The medical world learned some important things from WWI, including the fact that blood loss could be as deadly as wounds themselves. By 1940, it was clear there was going to be another massive war, and that's when Harvard biochemist Edwin Cohn got involved. It was Cohn, per the Smithsonian, who came up with the process of separating blood plasma into components that were easier to ship and store, but he wasn't the only one we need to thank for some seriously life-saving science.

The American Chemical Society reports that it was Dr. Charles Richard Drew who conducted ground-breaking research on preserving blood long-term. His doctoral research focused on things like anticoagulants, preservatives, fluid replacement, and blood chemistry, and those findings got him an appointment as the head of the Blood for Britain Project at a time when the country was enduring sustained attacks. They pioneered methods of separating and storing blood that was donated, allowing first for the mass shipment of blood supplies from New York to Britain, and then, the Red Cross program to mass-produce dried plasma.

He also developed bloodmobiles — the mobile collection centers still in use today. He's known as the father of the blood bank and his work has saved countless lives, but it's also worth noting that because of systemic racism and segregation policies, he was forbidden from giving blood himself under laws he called "unscientific and insulting to African Americans."

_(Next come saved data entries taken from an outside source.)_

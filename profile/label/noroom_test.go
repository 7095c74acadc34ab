package label_test

import (
	"errors"
	"math"
	"strings"
	"testing"

	"gonum.org/v1/gonum/spatial/r2"

	"flankwright/profile"
	"flankwright/profile/label"
)

// refusal is the one finding of a label without room.
func refusal(t interface{ Fatalf(string, ...any) }, err error) profile.Finding {
	var found profile.Violations
	if !errors.As(err, &found) || len(found) != 1 || found[0].Rule != label.RuleNoRoom {
		t.Fatalf("%v: want one refusal for want of room", err)
	}
	return found[0]
}

// TestLargestHeight: the bound of a refusal works, also as printed in inches, and by
// trial nothing 3/100 larger does.
func TestLargestHeight(t *testing.T) {
	for name, region := range map[string]label.Region{
		"annulus":    annulus(10, 38, 0),
		"small":      annulus(3, 8, 0),
		"solid":      annulus(0, 6, 0),
		"holes":      annulus(8, 40, 4, ring(6, 24)...),
		"bar":        bar{r2.Box{Min: r2.Vec{X: -40, Y: -15}, Max: r2.Vec{X: 40, Y: 0}}},
		"narrow bar": bar{r2.Box{Min: r2.Vec{X: -40, Y: -3}, Max: r2.Vec{X: 40, Y: 0}}},
	} {
		const text = "Z40"
		_, err := label.Place(text, 30, region)
		f := refusal(t, err)
		bound := f.Bound.Value
		message, hint := f.Describe(profile.Quantity.String)
		if f.Param != label.ParamHeight || f.Value.Value != 30 || bound <= 0 || !strings.Contains(hint, f.Bound.String()) || !strings.Contains(message, "30 mm") {
			t.Errorf("%s: %s; %s: %+v", name, message, hint, f)
		}
		for _, h := range []float64{bound, math.Floor(bound/25.4*1e4) / 1e4 * 25.4, math.Floor(bound/25.4*1e3) / 1e3 * 25.4} {
			p, err := label.Place(text, h, region)
			if err != nil {
				t.Errorf("%s: %g: %v", name, h, err)
				continue
			}
			if least, ok := keeps(p, region); !ok {
				t.Errorf("%s: %g high: %g from the edge", name, h, least)
			}
		}
		if h := bound * 1.03; found(t, text, h, region) {
			t.Errorf("%s: refused above %g, but %g fits", name, bound, h)
		}
	}
}

// found tries places below, above and beside the axis, every hundredth of the height.
func found(t testing.TB, text string, height float64, region label.Region) bool {
	paths, width := drawn(t, text)
	points := cloud(paths, 0.02)
	for _, d := range []r2.Vec{{Y: -1}, {Y: 1}, {X: -1}, {X: 1}} {
		for at := 0.0; at < 60; at += height / 100 {
			origin := r2.Sub(r2.Scale(at, d), r2.Scale(height, r2.Vec{X: width / 2, Y: 0.5}))
			fits := true
			for _, q := range points {
				if region.Clearance(r2.Add(origin, r2.Scale(height, q))) < label.Margin(height) {
					fits = false
					break
				}
			}
			if fits {
				return true
			}
		}
	}
	return false
}

func TestNoRoomAtAll(t *testing.T) {
	for name, c := range map[string]struct {
		region label.Region
		text   string
		height float64
		param  profile.Param
		room   bool // at a smaller height
	}{
		"thin rim":            {annulus(9.5, 10, 0), "Z40", 0, label.ParamLabel, false},
		"thin rim, given":     {annulus(9.5, 10, 0), "Z40", 2, label.ParamHeight, false},
		"rim for small types": {annulus(8, 10, 0), "Z", 0, label.ParamLabel, true},
		"long":                {annulus(2, 10, 0), strings.Repeat("W", 40), 0, label.ParamLabel, false},
		"nothing anywhere":    {web{{radius: -1}}, "Z40", 0, label.ParamLabel, false},
	} {
		_, err := label.Place(c.text, c.height, c.region)
		f := refusal(t, err)
		_, hint := f.Describe(profile.Quantity.String)
		if f.Param != c.param || (f.Bound.Value > 0) != c.room || strings.Contains(hint, "label-height") != c.room {
			t.Errorf("%s: %+v", name, f)
		}
	}
}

Not all inventions from World War II are for the greater good

Chemical weapons are terrifying, and there's a good chance that the nerve gas sarin might sound familiar. According to the CDC, sarin was used in two terrorist attacks on Japanese soil in 1994 and 1995, and it has a terrible list of effects that include paralysis, convulsions, and the risk of respiratory failure and death.

Sarin, Chemical & Engineering News explains, was discovered by accident by a Third Reich scientist named Gerhard Schrader. Schrader was working for a division of IG Farben that had been tasked with finding new insecticides that would reduce Germany's reliance on outside crops and instead, he discovered sarin nerve gas. IG Farben jumped on it and went right to the military.

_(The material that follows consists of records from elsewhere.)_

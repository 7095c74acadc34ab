package label_test

import (
	"errors"
	"math"
	"testing"

	"gonum.org/v1/gonum/spatial/r2"
	"pgregory.net/rapid"

	"flankwright/profile"
	"flankwright/profile/label"
)

// rounding of sums of lengths of up to some 1e3 mm.
const roundingError = 1e-11

// keeps checks a placement against its region at points a 200th of the height apart.
func keeps(p label.Placement, region label.Region) (least float64, ok bool) {
	least = math.Inf(1)
	for _, q := range cloud(p.Paths, p.Height/200) {
		least = math.Min(least, region.Clearance(q))
	}
	return least, least >= label.Margin(p.Height)-roundingError && least >= p.Clearance-roundingError
}

func TestPlaceInAnnulus(t *testing.T) {
	region := annulus(10, 38, 0)
	p, err := label.Place("Z40 M2", 5, region)
	if err != nil {
		t.Fatal(err)
	}
	if least, ok := keeps(p, region); !ok || p.Height != 5 || p.Chosen {
		t.Errorf("%g from the edge: %+v", least, p)
	}
	_, width := drawn(t, "Z40 M2")
	if math.Abs(p.Origin.X+5*width/2) > roundingError || p.Origin.Y+5 > 0 {
		t.Errorf("origin %v, want below the axis and centered", p.Origin)
	}
	// The best place by trying all, every 1/100 mm.
	best := 0.0
	for y := -40.0; y < 0; y += 0.01 {
		least := math.Inf(1)
		for _, q := range cloud(p.Paths, 0.5) {
			least = math.Min(least, region.Clearance(r2.Add(q, r2.Vec{Y: y - p.Origin.Y})))
		}
		best = math.Max(best, least)
	}
	if p.Clearance < best-5.0/50-5.0/200-0.01 || p.Clearance > best+0.01 {
		t.Errorf("clearance %g, but %g is possible", p.Clearance, best)
	}
}

// TestPlaceOrder: below, above, left, right, between, whichever is free of holes first.
func TestPlaceOrder(t *testing.T) {
	const mid = 24 // between bore and edge
	below, above, left, right := r2.Vec{Y: -mid}, r2.Vec{Y: mid}, r2.Vec{X: -mid}, r2.Vec{X: mid}
	for _, c := range []struct {
		holes []r2.Vec
		want  func(r2.Vec) bool
	}{
		{nil, func(c r2.Vec) bool { return c.Y < 0 && math.Abs(c.X) < roundingError }},
		{[]r2.Vec{below}, func(c r2.Vec) bool { return c.Y > 0 && math.Abs(c.X) < roundingError }},
		{[]r2.Vec{below, above}, func(c r2.Vec) bool { return c.X < 0 && math.Abs(c.Y) < roundingError }},
		{[]r2.Vec{below, above, left}, func(c r2.Vec) bool { return c.X > 0 && math.Abs(c.Y) < roundingError }},
		{[]r2.Vec{below, above, left, right}, func(c r2.Vec) bool { return c.X < -8 && c.Y < -8 }},
	} {
		region := annulus(10, 38, 8, c.holes...)
		p, err := label.Place("Z40", 5, region)
		if err != nil {
			t.Errorf("holes at %v: %v", c.holes, err)
			continue
		}
		least, ok := keeps(p, region)
		_, width := drawn(t, "Z40")
		if center := r2.Add(p.Origin, r2.Vec{X: 5 * width / 2, Y: 2.5}); !ok || !c.want(center) {
			t.Errorf("holes at %v: center %v, %g from the edge", c.holes, center, least)
		}
	}
}

// TestOnlyStrokesNeedRoom: a hole may lie between the strokes of a word.
func TestOnlyStrokesNeedRoom(t *testing.T) {
	region := web{{radius: 100}, {center: r2.Vec{X: 2}, radius: 1, hole: true}, {center: r2.Vec{Y: -400}, radius: 399.5, hole: true},
		{center: r2.Vec{Y: 412.6}, radius: 400.5, hole: true}}
	p, err := label.Place("C", 10, region)
	if err != nil {
		t.Fatal(err)
	}
	if least, ok := keeps(p, region); !ok {
		t.Errorf("%g from the edge", least)
	}
}

// TestFittedHeight: the largest of the series that can be given as a height.
func TestFittedHeight(t *testing.T) {
	series := label.PreferredHeights()
	seen := map[float64]bool{}
	for outer := 8.5; outer < 150; outer *= 1.2 {
		region := annulus(outer/3, outer, 0)
		p, err := label.Place("6x5", 0, region)
		if err != nil {
			t.Fatalf("%g: %v", outer, err)
		}
		if least, ok := keeps(p, region); !ok || !p.Chosen {
			t.Errorf("%g: %g from the edge", outer, least)
		}
		seen[p.Height] = true
		for _, h := range series {
			_, err := label.Place("6x5", h, region)
			if fits := err == nil; fits != (h <= p.Height) {
				t.Errorf("outer radius %g: fitted %g, but %g fits: %v", outer, p.Height, h, fits)
			}
		}
	}
	if len(seen) < 6 {
		t.Errorf("only the heights %v were seen", seen)
	}
}

func TestRefusedHeights(t *testing.T) {
	for _, h := range []float64{-1, 0.49, 1001, math.NaN(), math.Inf(1), math.Inf(-1), math.SmallestNonzeroFloat64} {
		_, err := label.Place("?", h, annulus(1, 10, 0))
		var all profile.Violations
		if !errors.As(err, &all) || len(all) != 2 || all[0].Rule != label.RuleCharacters || all[1].Param != label.ParamHeight || !all[1].Rule.Malformed() {
			t.Errorf("%g: %v", h, err)
		}
	}
}

// strange is a region that keeps no promise.
type strange float64

// Clearance is the same everywhere.
func (s strange) Clearance(r2.Vec) float64 { return float64(s) }

func TestStrangeRegions(t *testing.T) {
	for _, v := range []float64{math.NaN(), math.Inf(-1), -1, 0} {
		if _, err := label.Place("Z40", 0, strange(v)); err == nil {
			t.Errorf("%g: placed", v)
		}
	}
	for _, v := range []float64{math.Inf(1), 100} {
		if p, err := label.Place("Z40", 0, strange(v)); err != nil || p.Height != 20 {
			t.Errorf("%g: %v, %g high", v, err, p.Height)
		}
	}
}

// TestPlaceProperty: on any web a label keeps its margin, or is refused with a bound that
// works; it is the text as drawn by Strokes, and a mirrored web takes the same heights.
func TestPlaceProperty(t *testing.T) {
	rapid.Check(t, func(t *rapid.T) {
		outer := rapid.Float64Range(5, 120).Draw(t, "outer")
		region := annulus(outer*rapid.Float64Range(0, 0.7).Draw(t, "bore"), outer, outer*rapid.Float64Range(0.02, 0.2).Draw(t, "hole"),
			ring(rapid.IntRange(0, 8).Draw(t, "holes"), outer*rapid.Float64Range(0.4, 0.9).Draw(t, "on"))...)
		text := rapid.StringOfN(rapid.SampledFrom([]rune(letters())), 1, 12, -1).Draw(t, "text")
		height := rapid.OneOf(rapid.Just(0.0), rapid.Float64Range(0.5, 20)).Draw(t, "height")
		p, err := label.Place(text, height, region)
		if err != nil {
			f := refusal(t, err)
			if f.Bound.Value == 0 {
				return
			}
			if p, err = label.Place(text, f.Bound.Value, region); err != nil {
				t.Fatalf("the bound %g: %v", f.Bound.Value, err)
			}
			if height > 0 && p.Height >= height || height == 0 && p.Height >= 1.8 {
				t.Fatalf("the bound %g is not below %g", p.Height, height)
			}
		}
		if least, ok := keeps(p, region); !ok {
			t.Fatalf("%g from the edge: %+v", least, p)
		}
		paths, _, _ := label.Strokes(text)
		for i, stroke := range paths {
			for k, s := range stroke.Segments {
				got := p.Paths[i].Segments[k]
				want := r2.Add(p.Origin, r2.Scale(p.Height, s.End))
				if r2.Norm(r2.Sub(got.End, want)) > roundingError || got.Bulge != s.Bulge || k > 0 && got.Start != p.Paths[i].Segments[k-1].End {
					t.Fatalf("%+v, want %v", got, want)
				}
			}
		}
	})
}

Germany approved the construction of a facility dedicated to the production of sarin in 1943, headed by 1938 Nobel Prize winner and dedicated Nazi Richard Kuhn. Still, when it came time to use it, Hitler refused. Just why is still an area of speculation: some suggest that he didn't want to use it because he'd experienced mustard gas first hand during WWI, while others suggest it was simply a matter of not wanting to contaminate areas that would soon be occupied by German troops.

The German chemical weapons factories were disassembled, but it kicked off a race to stockpile chemical weapons, and 50 years later, the Chemical Weapons Convention was convened to try to stop that precise thing.